Within this framework, the personal physician becomes a patient’s first advocate in navigating the maze of comprehensive and continuous care, taking responsibility for ongoing medical needs as well as arranging care with other qualified professionals. This continuum includes all stages-from preventive services to acute and chronic care to end-of-life choices. “We believe that ‘medical home’ is the future,” Holly says, referring to the “triple aim” in health care-enlisting patients as collaborators in their own care to improve outcomes and lower costs. 

Holly led his 13-partner group in the efforts to receive PCMH recognition from four entities-The Joint Commission, the National Committee for Quality Assurance (NCQA) Tier III, the Accreditation Association for Ambulatory Health Care (AAAHC) and the Utilization Review Accreditation Commission (URAC). “We wanted to learn everything we could, and we discovered that each one gave us more insight,” he says.

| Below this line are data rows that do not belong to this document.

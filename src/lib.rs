//! Independent check of radiotherapy plans in batch. The stages, in order:
//! each may use the ones before it and none after it.

pub mod quantity;

pub mod settings;

pub mod intake;

pub mod plan;

pub mod beam_model;

pub mod dose;

pub mod audit;

pub mod report;

pub mod batch;

pub mod cli;
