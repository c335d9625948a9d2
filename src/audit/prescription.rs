//! What the plan prescribes: the target prescription doses that its fraction
//! groups refer to.

use crate::plan::Plan;

/// One target prescription dose.
#[derive(Clone, Debug, PartialEq)]
pub(super) struct StatedPrescription {
    pub(super) reference_number: Option<i32>,
    pub(super) dose_gy: f64,
}

/// Every target prescription dose that the fraction groups refer to, in order
/// and once each: at the group's own reference when it stands there, else at
/// the Dose Reference of that number. When no group refers to any, those of
/// the plan's Dose References.
pub(super) fn stated_prescriptions(plan: &Plan) -> Vec<StatedPrescription> {
    let at_plan = |number: i32| {
        plan.dose_references
            .iter()
            .find(|reference| reference.number.value() == Some(&number))
            .and_then(|reference| reference.target_prescription_dose_gy.get())
    };
    let mut stated: Vec<StatedPrescription> = Vec::new();
    let mut add = |reference_number: Option<i32>, dose_gy: f64| {
        let one = StatedPrescription {
            reference_number,
            dose_gy,
        };
        if !stated.contains(&one) {
            stated.push(one);
        }
    };
    let referred = plan
        .fraction_groups
        .iter()
        .flat_map(|group| &group.dose_references);
    let mut any_reference = false;
    for reference in referred {
        any_reference = true;
        let number = reference.number.get();
        let dose_gy = reference
            .target_prescription_dose_gy
            .get()
            .or_else(|| number.and_then(at_plan));
        if let Some(dose_gy) = dose_gy {
            add(number, dose_gy);
        }
    }
    if !any_reference {
        for reference in &plan.dose_references {
            if let Some(dose_gy) = reference.target_prescription_dose_gy.get() {
                add(reference.number.get(), dose_gy);
            }
        }
    }
    stated
}
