//! The program: see `cli`.

fn main() {}
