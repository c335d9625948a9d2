//! Files that bear one plan's SOP Instance UID and hold something else: how
//! many, and a few of their names. Finding them is the batch's work.

/// So many are named; a folder of plans that were all given one UID has thousands.
const NAMED: usize = 5;

/// Files with the same SOP Instance UID and different content.
#[derive(Clone, Debug, Default, PartialEq, Eq)]
pub struct Rivals {
    count: usize,
    named: Vec<String>,
}

impl Rivals {
    /// From the names of `count` files, of which the first few are kept.
    pub fn new(count: usize, names: impl IntoIterator<Item = String>) -> Self {
        Self {
            count,
            named: names.into_iter().take(count.min(NAMED)).collect(),
        }
    }

    /// How many there are.
    #[must_use]
    pub const fn count(&self) -> usize {
        self.count
    }

    /// The first of them.
    #[must_use]
    pub fn first(&self) -> Option<&str> {
        self.named.first().map(String::as_str)
    }

    /// The first few names, and how many more there are.
    #[must_use]
    pub fn in_words(&self) -> String {
        let named = self.named.join(", ");
        match self.count.saturating_sub(self.named.len()) {
            0 => named,
            more => format!("{named} and {more} more"),
        }
    }
}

In 2008, Holly and his partners formalized The SETMA Foundation, which assists eligible patients in covering co-payments and other medical expenses that may hinder them from obtaining care. Each year, the partners have contributed $500,000 to the foundation. The funds are used to provide for the care of SETMA patients, when it is needed, outside the medical group.

To make quality improvements in practice operations and patient care, Holly believes physicians need to generate computerized reports measuring their current performance against national standards. In other words, he suggests: “Face where we are, even if it’s not where we want to be.” Harnessing the “power of analytics” is the first step in setting goals on the road to progress.

Seven years ago, the practice began publishing quality metrics for each provider on its website. The statistics, updated quarterly, show how each physician performs in managing panels of patients. “Our patients are transparent with us, so we ought to be transparent with them,” says Holly, adjunct professor of family and community medicine at the University of Texas Health Science Center at San Antonio and clinical associate professor in the department of internal medicine at Texas A&M Health Science Center in Bryan, Texas.

Altering the dynamics of patient interactions is also a central component of the medical home model of care. By listening to a patient-and treating the whole person, not simply the disease-a physician can instill a sense of value, or worth, “which is the first thing necessary for successful treatment,” Holly explains. Feelings of hope and trust then fuel the power to make profound changes. “That’s all that a medical home is.”